# Brand new blog...



## littlebird (Mar 30, 2007)

Please tell me what you think, but be gentle? I need more pics, I know, or perhaps just a more interesting layout.

Also please share yours! I'd love to see different approaches, but mostly I'd like best to see everyone's work!

http://scrappythebandit.blogspot.com/


----------



## kesoaps (Dec 18, 2004)

Cute blog! Your photos look great, btw.


----------



## Wisconsin Ann (Feb 27, 2007)

an Alpaca cowl? omg...how wonderfully snuggly.
That quilt is going to be BRIGHT! can't wait to see it done. 

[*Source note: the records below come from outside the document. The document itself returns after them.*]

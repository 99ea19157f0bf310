CREATE TYPE "public"."processing_step" AS ENUM('sorting', 'roasting', 'winnowing');--> statement-breakpoint
CREATE TABLE "bean_lots" (
	"id" uuid PRIMARY KEY DEFAULT gen_random_uuid() NOT NULL,
	"workspace_id" uuid NOT NULL,
	"code" text NOT NULL,
	"supplier_id" uuid,
	"origin_country" text NOT NULL,
	"origin_region" text,
	"producer" text,
	"harvest_year" integer,
	"arrived_on" date NOT NULL,
	"mass_received_kg" numeric(14, 3) NOT NULL,
	"price_paid" numeric(16, 4) NOT NULL,
	"currency" char(3) NOT NULL,
	"moisture_percent" numeric(6, 3),
	"notes" text,
	"created_by_id" uuid,
	"archived_at" timestamp with time zone,
	"created_at" timestamp with time zone DEFAULT now() NOT NULL,
	"updated_at" timestamp with time zone DEFAULT now() NOT NULL,
	CONSTRAINT "bean_lots_workspace_code" UNIQUE("workspace_id","code")
);
--> statement-breakpoint
CREATE TABLE "cut_tests" (
	"id" uuid PRIMARY KEY DEFAULT gen_random_uuid() NOT NULL,
	"workspace_id" uuid NOT NULL,
	"lot_id" uuid NOT NULL,
	"tested_on" date NOT NULL,
	"sample_size" integer NOT NULL,
	"well_fermented" integer DEFAULT 0 NOT NULL,
	"partly_fermented" integer DEFAULT 0 NOT NULL,
	"slaty" integer DEFAULT 0 NOT NULL,
	"mouldy" integer DEFAULT 0 NOT NULL,
	"insect_damaged" integer DEFAULT 0 NOT NULL,
	"germinated" integer DEFAULT 0 NOT NULL,
	"notes" text,
	"tested_by_id" uuid,
	"created_at" timestamp with time zone DEFAULT now() NOT NULL
);
--> statement-breakpoint
CREATE TABLE "lot_costs" (
	"id" uuid PRIMARY KEY DEFAULT gen_random_uuid() NOT NULL,
	"workspace_id" uuid NOT NULL,
	"lot_id" uuid NOT NULL,
	"label" text NOT NULL,
	"amount" numeric(16, 4) NOT NULL,
	"currency" char(3) NOT NULL,
	"created_at" timestamp with time zone DEFAULT now() NOT NULL
);
--> statement-breakpoint
CREATE TABLE "processing_records" (
	"id" uuid PRIMARY KEY DEFAULT gen_random_uuid() NOT NULL,
	"workspace_id" uuid NOT NULL,
	"lot_id" uuid NOT NULL,
	"step" "processing_step" NOT NULL,
	"performed_on" date NOT NULL,
	"performed_by_id" uuid,
	"mass_in_kg" numeric(14, 3) NOT NULL,
	"mass_out_kg" numeric(14, 3) NOT NULL,
	"rejects_kg" numeric(14, 3),
	"shell_kg" numeric(14, 3),
	"dust_kg" numeric(14, 3),
	"roast_temperature_c" numeric(6, 1),
	"roast_minutes" numeric(6, 1),
	"oven_load_kg" numeric(14, 3),
	"roast_preset_id" uuid,
	"cost" numeric(16, 4),
	"notes" text,
	"submission_key" text NOT NULL,
	"created_at" timestamp with time zone DEFAULT now() NOT NULL,
	CONSTRAINT "processing_records_workspace_submission" UNIQUE("workspace_id","submission_key")
);
--> statement-breakpoint
CREATE TABLE "roast_presets" (
	"id" uuid PRIMARY KEY DEFAULT gen_random_uuid() NOT NULL,
	"workspace_id" uuid NOT NULL,
	"name" text NOT NULL,
	"temperature_c" numeric(6, 1) NOT NULL,
	"minutes" numeric(6, 1) NOT NULL,
	"notes" text,
	"created_at" timestamp with time zone DEFAULT now() NOT NULL,
	CONSTRAINT "roast_presets_workspace_name" UNIQUE("workspace_id","name")
);
--> statement-breakpoint
ALTER TABLE "workspaces" ADD COLUMN "estimated_nib_yield_percent" numeric(6, 3) DEFAULT '78' NOT NULL;--> statement-breakpoint
ALTER TABLE "bean_lots" ADD CONSTRAINT "bean_lots_workspace_id_workspaces_id_fk" FOREIGN KEY ("workspace_id") REFERENCES "public"."workspaces"("id") ON DELETE cascade ON UPDATE no action;--> statement-breakpoint
ALTER TABLE "bean_lots" ADD CONSTRAINT "bean_lots_supplier_id_suppliers_id_fk" FOREIGN KEY ("supplier_id") REFERENCES "public"."suppliers"("id") ON DELETE restrict ON UPDATE no action;--> statement-breakpoint
ALTER TABLE "bean_lots" ADD CONSTRAINT "bean_lots_created_by_id_users_id_fk" FOREIGN KEY ("created_by_id") REFERENCES "public"."users"("id") ON DELETE set null ON UPDATE no action;--> statement-breakpoint
ALTER TABLE "cut_tests" ADD CONSTRAINT "cut_tests_workspace_id_workspaces_id_fk" FOREIGN KEY ("workspace_id") REFERENCES "public"."workspaces"("id") ON DELETE cascade ON UPDATE no action;--> statement-breakpoint
ALTER TABLE "cut_tests" ADD CONSTRAINT "cut_tests_lot_id_bean_lots_id_fk" FOREIGN KEY ("lot_id") REFERENCES "public"."bean_lots"("id") ON DELETE cascade ON UPDATE no action;--> statement-breakpoint
ALTER TABLE "cut_tests" ADD CONSTRAINT "cut_tests_tested_by_id_users_id_fk" FOREIGN KEY ("tested_by_id") REFERENCES "public"."users"("id") ON DELETE set null ON UPDATE no action;--> statement-breakpoint
ALTER TABLE "lot_costs" ADD CONSTRAINT "lot_costs_workspace_id_workspaces_id_fk" FOREIGN KEY ("workspace_id") REFERENCES "public"."workspaces"("id") ON DELETE cascade ON UPDATE no action;--> statement-breakpoint
ALTER TABLE "lot_costs" ADD CONSTRAINT "lot_costs_lot_id_bean_lots_id_fk" FOREIGN KEY ("lot_id") REFERENCES "public"."bean_lots"("id") ON DELETE cascade ON UPDATE no action;--> statement-breakpoint
ALTER TABLE "processing_records" ADD CONSTRAINT "processing_records_workspace_id_workspaces_id_fk" FOREIGN KEY ("workspace_id") REFERENCES "public"."workspaces"("id") ON DELETE cascade ON UPDATE no action;--> statement-breakpoint
ALTER TABLE "processing_records" ADD CONSTRAINT "processing_records_lot_id_bean_lots_id_fk" FOREIGN KEY ("lot_id") REFERENCES "public"."bean_lots"("id") ON DELETE cascade ON UPDATE no action;--> statement-breakpoint
ALTER TABLE "processing_records" ADD CONSTRAINT "processing_records_performed_by_id_users_id_fk" FOREIGN KEY ("performed_by_id") REFERENCES "public"."users"("id") ON DELETE set null ON UPDATE no action;--> statement-breakpoint
ALTER TABLE "processing_records" ADD CONSTRAINT "processing_records_roast_preset_id_roast_presets_id_fk" FOREIGN KEY ("roast_preset_id") REFERENCES "public"."roast_presets"("id") ON DELETE set null ON UPDATE no action;--> statement-breakpoint
ALTER TABLE "roast_presets" ADD CONSTRAINT "roast_presets_workspace_id_workspaces_id_fk" FOREIGN KEY ("workspace_id") REFERENCES "public"."workspaces"("id") ON DELETE cascade ON UPDATE no action;--> statement-breakpoint
CREATE INDEX "bean_lots_workspace_idx" ON "bean_lots" USING btree ("workspace_id");--> statement-breakpoint
CREATE INDEX "cut_tests_lot_idx" ON "cut_tests" USING btree ("lot_id");--> statement-breakpoint
CREATE INDEX "lot_costs_lot_idx" ON "lot_costs" USING btree ("lot_id");--> statement-breakpoint
CREATE INDEX "processing_records_lot_idx" ON "processing_records" USING btree ("lot_id");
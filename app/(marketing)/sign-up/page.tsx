import type { Metadata } from "next";
import { redirect } from "next/navigation";
import { getPageViewer } from "@/lib/auth/current";
import { SignUpForm } from "./sign-up-form";

export const metadata: Metadata = { title: "Create a workspace" };

export default async function SignUpPage() {
  if (await getPageViewer()) redirect("/overview");
  return (
    <div className="mx-auto max-w-md px-gutter py-section">
      <h1 className="text-3xl font-bold">Create a workspace</h1>
      <p className="mt-2 text-cocoa-700">
        A workspace holds one chocolate business&apos;s recipes, suppliers and batches. You will be its owner and can
        invite your team.
      </p>
      <div className="mt-8 rounded-card border border-sand bg-white p-6 shadow-card">
        <SignUpForm />
      </div>
    </div>
  );
}
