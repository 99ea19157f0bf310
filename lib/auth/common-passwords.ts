/**
 * A small list of passwords that appear at the top of every published list of
 * breached passwords (from memory of such lists; no single source). Checked
 * case-insensitively, after the length rule, so only entries of 12+ characters
 * matter here, plus variants a chocolate business might reach for.
 */
export const commonPasswords: ReadonlySet<string> = new Set([
  "123456789012",
  "1234567890123",
  "12345678901234",
  "123456123456",
  "qwertyuiopas",
  "qwerty123456",
  "1q2w3e4r5t6y",
  "password1234",
  "password12345",
  "passwordpassword",
  "password123456",
  "iloveyou1234",
  "letmein12345",
  "welcome12345",
  "welcome123456",
  "administrator",
  "admin1234567",
  "abc123456789",
  "aaaaaaaaaaaa",
  "111111111111",
  "000000000000",
  "qazwsxedcrfv",
  "trustno1trustno1",
  "football1234",
  "baseball1234",
  "sunshine1234",
  "princess1234",
  "chocolate123",
  "chocolate1234",
  "chocolatechocolate",
  "ilovechocolate",
  "darkchocolate",
  "milkchocolate",
  "cocoabutter1",
  "changeme1234",
  "barwright123",
  "barwright1234",
]);

export const MIN_PASSWORD_LENGTH = 12;
export const MAX_PASSWORD_LENGTH = 256;
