import { DrizzlePostgreSQLAdapter } from "@lucia-auth/adapter-drizzle";
import { Lucia, TimeSpan } from "lucia";
import { db } from "@/db/client";
import { sessions, users } from "@/db/schema";
import { authSettings } from "./settings";

const adapter = new DrizzlePostgreSQLAdapter(db, sessions, users);

/**
 * Lucia v3 database sessions. The session id stored in the database is the
 * SHA-256 of the cookie's token (see session.ts); Lucia only ever sees the hash.
 * Lucia slides the expiry (idle timeout); session.ts adds the absolute lifetime.
 */
export const lucia = new Lucia(adapter, {
  sessionExpiresIn: new TimeSpan(authSettings.idleTimeoutMinutes, "m"),
  sessionCookie: {
    name: authSettings.cookieName,
    expires: false,
    attributes: { secure: authSettings.secureCookies, sameSite: "lax", path: "/" },
  },
  getSessionAttributes: (attrs) => ({
    activeWorkspaceId: attrs.activeWorkspaceId,
    createdAt: attrs.createdAt,
  }),
  getUserAttributes: (attrs) => ({ email: attrs.email, name: attrs.name }),
});

declare module "lucia" {
  interface Register {
    Lucia: typeof lucia;
    UserId: string;
    DatabaseSessionAttributes: { activeWorkspaceId: string | null; createdAt: Date };
    DatabaseUserAttributes: { email: string; name: string };
  }
}
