import { Wordmark } from "@/components/brand/wordmark";
import { canSeeCosts } from "@/lib/auth/costs";
import type { Viewer } from "@/lib/auth/current";
import { can } from "@/lib/auth/permissions";
import { listMembershipsForUser } from "@/lib/data/memberships";
import { mailboxEnabled } from "@/lib/mail/mailbox";
import { navItems } from "./nav-items";
import { NavLinks } from "./nav-links";
import { UserMenu } from "./user-menu";
import { WorkspaceSwitcher } from "./workspace-switcher";

export async function AppHeader({ viewer }: { viewer: Viewer }) {
  const seesCosts = await canSeeCosts(viewer);
  const items = navItems
    .filter((i) => can(viewer.role, i.permission) && (!i.demoOnly || mailboxEnabled()) && (!i.costs || seesCosts))
    .map(({ href, label }) => ({ href, label }));
  const workspaces = await listMembershipsForUser({ userId: viewer.user.id });
  return (
    <header className="border-b border-sand bg-white/70 backdrop-blur">
      <div className="mx-auto flex max-w-page items-center gap-6 px-gutter py-3">
        <Wordmark href="/overview" />
        <NavLinks items={items} />
        <div className="ml-auto flex items-center gap-4">
          {/* One workspace: its name is in the account menu, and the section bar keeps the room. */}
          {workspaces.length > 1 ? (
            <WorkspaceSwitcher
              current={viewer.workspace.id}
              workspaces={workspaces.map((w) => ({ value: w.workspaceId, label: w.workspaceName }))}
            />
          ) : null}
          <UserMenu name={viewer.user.name} email={viewer.user.email} role={viewer.role} workspace={viewer.workspace.name} />
        </div>
      </div>
    </header>
  );
}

nice blog. enjoyed reading.


----------



## js2743 (Dec 4, 2006)

I love how you added all the pictures for interest, kept my attetion and made me want to read more so ide know what the pics was about.
By the way i love the granny squares! I wish i knew how to do that!

great blog!


----------



## littlebird (Mar 30, 2007)

Thanks so much, everyone!

I've had lots of visitors in the last couple of weeks, and some have even left comments!

Thanks for all the feedback. I'd like to post more often, but we've been pretty busy this last little while. It would be nice to be able to post just about every day. I've got lots of crafting things going on, but Blogger is so slow to use. I'm not happy with the autoformatting, and I'm not very familiar with HTML. Another thing to learn, I guess :shrug: 

Keep checking back, I'll try to post lots!

Best,
allison


----------